Compared with the corresponding l-th level on the i-1 level_iΔ x for the change of predicted position₁ ⁽ⁱ⁾Represents;

(II) facial expression recognition method

In the facial expression recognition method, an end-to-end learning model is provided, the model carries out facial image synthesis through two angles of gesture and expression, and carries out facial expression recognition when the gesture is unchanged; the structure of the model consists of a generator, two discriminators and a classifier;

preprocessing is carried out before the image is transmitted into the model, and a face detection algorithm is applied to a basic library containing 68 mark points for face detection; after preprocessing, inputting facial images into a generator G to generate identity marks, wherein each input image has a determined and unique identity mark, and then cascading the identity marks with an expression code e and a posture code p to express the change of the face; applying a maximum and minimum algorithm between the generator G and the discriminator D, and adding corresponding labels at the input end of a decoder to obtain new labels of face images with different postures and expressions;

two discriminator structures are respectively represented by Datt and Di, wherein the discriminator Datt is used for identifying and representing the entanglement degree of the mark, and the Di is used for improving the quality of the generated image; after the face image is synthesized, the classifier Cexp is used for completing the facial expression recognition task of the face image;

(III) visual tracking method

Adopting a tracking algorithm based on detection, analyzing an image gradient vector field of a captured face, describing the relation between the possible center and the direction of the image gradient by a mathematical method, setting a possible center c, providing a gradient vector at the center position, and enabling the displacement to be the same as the gradient direction through normalization;

by calculating a normalized displacement related to the position of the centre

Gradient vector is g_jWhen the objective function obtains the maximum value, the corresponding position variable is the optimal center position c^*(ii) a Wherein the selected different gradients correspond to a displacement d_jThe method comprises the following steps:

will displace d_jZooming to unit length to obtain the same weight and gradient vector g of different positions in the face image_jAnd the unit length is also scaled, so that the maximum value of the target function at the pupil center position is obtained.

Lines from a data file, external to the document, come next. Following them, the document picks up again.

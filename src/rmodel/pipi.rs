//! e⁺e⁻ → π⁺π⁻: the Gounaris–Sakurai ρ with ρ–ω mixing.
//!
//! R_ππ = β³|F_π(s)|²/4 with F_π = [BW_ρ^GS(s)·(1 + δ s/M_ω² · BW_ω(s))/(1 + δ) +
//! β BW_ρ′^GS(s)]/(1 + β), BW_ω = M_ω²/(M_ω² − s − iM_ωΓ_ω), and the Gounaris–Sakurai form
//! BW^GS = M²(1 + dΓ/M)/(M² − s + f(s) − iMΓ(s)), Γ(s) = Γ(M/√s)(k(s)/k(M²))³,
//! k = ½√(s − 4m_π²), h(s) = (2/π)(k/√s) ln((√s + 2k)/(2m_π)),
//! f(s) = ΓM²/k(M²)³ [k²(h − h(M²)) + (M² − s)k(M²)² h′(M²)],
//! d = (3/π)(m_π²/k(M²)²) ln((M + 2k(M²))/(2m_π)) + M/(2πk(M²)) − m_π²M/(πk(M²)³).
//!
//! # References
//! G. J. Gounaris and J. J. Sakurai, Phys. Rev. Lett. 21 (1968) 244, eqs. (3)–(9); the ρ–ω
//! factor and the ρ′ term in the form of J. H. Kühn and A. Santamaria, Z. Phys. C 48 (1990)
//! 445, eqs. (11)–(13), whose ρ′ parameters (M = 1.37 GeV, Γ = 0.51 GeV, β = −0.145) we use
//! (from memory).

use num_complex::Complex64;
use std::f64::consts::PI;

fn k(s: f64, m_pi: f64) -> f64 {
    0.5 * (s - 4.0 * m_pi * m_pi).max(0.0).sqrt()
}

fn h(s: f64, m_pi: f64) -> f64 {
    let (e, kk) = (s.sqrt(), k(s, m_pi));
    2.0 / PI * kk / e * ((e + 2.0 * kk) / (2.0 * m_pi)).ln()
}

/// One Gounaris–Sakurai Breit–Wigner with its s-independent constants.
#[derive(Debug, Clone)]
struct GsBreitWigner {
    m: f64,
    gamma: f64,
    k_m: f64,
    h_m: f64,
    dh_m: f64,
    norm: f64,
}

impl GsBreitWigner {
    fn new(m: f64, gamma: f64, m_pi: f64) -> Self {
        let s = m * m;
        let k_m = k(s, m_pi);
        let h_m = h(s, m_pi);
        // h′(s) = h(s)[1/(8k²) − 1/(2s)] + 1/(2πs) (the derivative of h; unit-tested).
        let dh_m = h_m * (1.0 / (8.0 * k_m * k_m) - 0.5 / s) + 0.5 / (PI * s);
        let d = 3.0 / PI * m_pi * m_pi / (k_m * k_m) * ((m + 2.0 * k_m) / (2.0 * m_pi)).ln()
            + m / (2.0 * PI * k_m)
            - m_pi * m_pi * m / (PI * k_m * k_m * k_m);
        GsBreitWigner {
            m,
            gamma,
            k_m,
            h_m,
            dh_m,
            norm: s * (1.0 + d * gamma / m),
        }
    }

    fn eval(&self, s: f64, m_pi: f64) -> Complex64 {
        let (m, g) = (self.m, self.gamma);
        let kk = k(s, m_pi);
        let f = g * m * m / self.k_m.powi(3)
            * (kk * kk * (h(s, m_pi) - self.h_m) + (m * m - s) * self.k_m * self.k_m * self.dh_m);
        let width = g * (m / s.sqrt()) * (kk / self.k_m).powi(3);
        self.norm / Complex64::new(m * m - s + f, -m * width)
    }
}

/// The pion form factor: GS ρ with ρ–ω mixing plus a GS ρ′, normalised to F(0) = 1.
#[derive(Debug, Clone)]
pub struct PionFormFactor {
    m_pi: f64,
    rho: GsBreitWigner,
    rho_prime: GsBreitWigner,
    beta: f64,
    m_omega: f64,
    gamma_omega: f64,
    delta: f64,
}

/// Parameters of [`PionFormFactor`] (GeV).
#[derive(Debug, Clone, Copy)]
pub struct PionParams {
    pub m_rho: f64,
    pub gamma_rho: f64,
    pub m_rho_prime: f64,
    pub gamma_rho_prime: f64,
    /// Weight β of the ρ′: F = [BW_ρ(1 + δ s/M_ω² BW_ω)/(1 + δ) + β BW_ρ′]/(1 + β).
    pub beta: f64,
    pub m_omega: f64,
    pub gamma_omega: f64,
    pub delta: f64,
    pub m_pi: f64,
}

impl PionFormFactor {
    pub fn new(p: PionParams) -> Self {
        PionFormFactor {
            m_pi: p.m_pi,
            rho: GsBreitWigner::new(p.m_rho, p.gamma_rho, p.m_pi),
            rho_prime: GsBreitWigner::new(p.m_rho_prime, p.gamma_rho_prime, p.m_pi),
            beta: p.beta,
            m_omega: p.m_omega,
            gamma_omega: p.gamma_omega,
            delta: p.delta,
        }
    }

    /// (M_ρ, Γ_ρ, M_ω, Γ_ω) in GeV.
    pub fn masses_and_widths(&self) -> (f64, f64, f64, f64) {
        (self.rho.m, self.rho.gamma, self.m_omega, self.gamma_omega)
    }

    /// F_π(s) for s above the two-pion threshold.
    pub fn form_factor(&self, s: f64) -> Complex64 {
        let mw2 = self.m_omega * self.m_omega;
        let omega = mw2 / Complex64::new(mw2 - s, -self.m_omega * self.gamma_omega);
        let rho =
            self.rho.eval(s, self.m_pi) * (1.0 + self.delta * s / mw2 * omega) / (1.0 + self.delta);
        (rho + self.beta * self.rho_prime.eval(s, self.m_pi)) / (1.0 + self.beta)
    }

    /// R_ππ = β³|F_π|²/4, zero below 4m_π².
    pub fn r(&self, s: f64) -> f64 {
        let y = 4.0 * self.m_pi * self.m_pi / s;
        if y >= 1.0 {
            return 0.0;
        }
        let b = (1.0 - y).sqrt();
        0.25 * b * b * b * self.form_factor(s).norm_sqr()
    }
}

#[cfg(test)]
mod tests {
    use super::*;

    #[test]
    fn h_derivative_formula() {
        // The closed-form h′ against a central difference (step 1e-5 s: error ~1e-10).
        let m_pi = 0.13957;
        for s in [0.3, 0.6, 1.5] {
            let e = 1e-5 * s;
            let fd = (h(s + e, m_pi) - h(s - e, m_pi)) / (2.0 * e);
            let kk = k(s, m_pi);
            let an = h(s, m_pi) * (1.0 / (8.0 * kk * kk) - 0.5 / s) + 0.5 / (PI * s);
            assert!((fd / an - 1.0).abs() < 1e-8, "s={s}: {fd} vs {an}");
        }
    }
}
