//! The resonance and threshold parameters of the default model, from `tables/resonances.toml`
//! (compiled in, so the library reads no files at run time).

use serde::Deserialize;

/// The shipped parameter table (PDG 2026, one citation per row).
pub const RESONANCES_TOML: &str = include_str!("../../tables/resonances.toml");

#[derive(Debug, Clone, Deserialize)]
#[serde(deny_unknown_fields)]
pub struct Parameters {
    pub edition: String,
    pub rho: RhoParams,
    pub resonance: Vec<ResonanceParams>,
    pub thresholds: Thresholds,
}

#[derive(Debug, Clone, Deserialize)]
#[serde(deny_unknown_fields)]
pub struct RhoParams {
    pub mass_gev: f64,
    pub width_gev: f64,
    pub omega_mixing: f64,
    pub prime_mass_gev: f64,
    pub prime_width_gev: f64,
    pub prime_weight: f64,
}

/// One Breit–Wigner resonance row.
#[derive(Debug, Clone, Deserialize)]
#[serde(deny_unknown_fields)]
pub struct ResonanceParams {
    pub name: String,
    pub mass_gev: f64,
    pub width_gev: f64,
    /// The PDG electronic width (includes vacuum polarisation), keV.
    pub gamma_ee_kev: f64,
    pub gamma_ee_unc_kev: f64,
    /// Fraction of the decays already counted elsewhere (ω → π⁺π⁻ in F_π).
    pub exclude_fraction: f64,
    /// J/ψ, ψ(2S), Υ(1S–3S): narrow, below the open-flavour threshold.
    pub narrow: bool,
}

#[derive(Debug, Clone, Deserialize)]
#[serde(deny_unknown_fields)]
pub struct Thresholds {
    pub m_pi_charged_gev: f64,
    pub m_d0_gev: f64,
    pub m_b_charged_gev: f64,
    pub m_c_msbar_gev: f64,
    pub m_b_msbar_gev: f64,
}

impl Parameters {
    /// Parse a parameter table in the format of `tables/resonances.toml`.
    ///
    /// # Errors
    /// The TOML parser's message (with line and column) when the text does not fit.
    pub fn parse(text: &str) -> Result<Self, toml::de::Error> {
        toml::from_str(text)
    }

    /// The shipped table.
    pub fn shipped() -> Self {
        Self::parse(RESONANCES_TOML).expect("tables/resonances.toml is checked by a unit test")
    }

    /// The row called `name`, if any.
    pub fn resonance(&self, name: &str) -> Option<&ResonanceParams> {
        self.resonance.iter().find(|r| r.name == name)
    }
}

#[cfg(test)]
mod tests {
    #[test]
    fn shipped_table_parses() {
        let p = super::Parameters::shipped();
        assert_eq!(p.resonance.len(), 7);
        assert!(p.resonance("jpsi").is_some_and(|r| r.narrow));
    }
}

2. The method of claim 1, wherein:

the first layer of convolutional neural network comprises three deep convolutional networks with different detection areas, wherein F1 network detection areas cover the whole face, EN1 network detection areas only cover the eyes and nose areas, and NM1 network detection areas only cover the nose and mouth areas; the three networks simultaneously predict different areas of the same face, the obtained predicted values of the three networks are averaged, and the corresponding second-layer predicted positions and the corresponding third-layer predicted positions are obtained respectively according to the three networks F1, FN1 and NM1 by adopting a regression idea according to the first-layer predicted positions.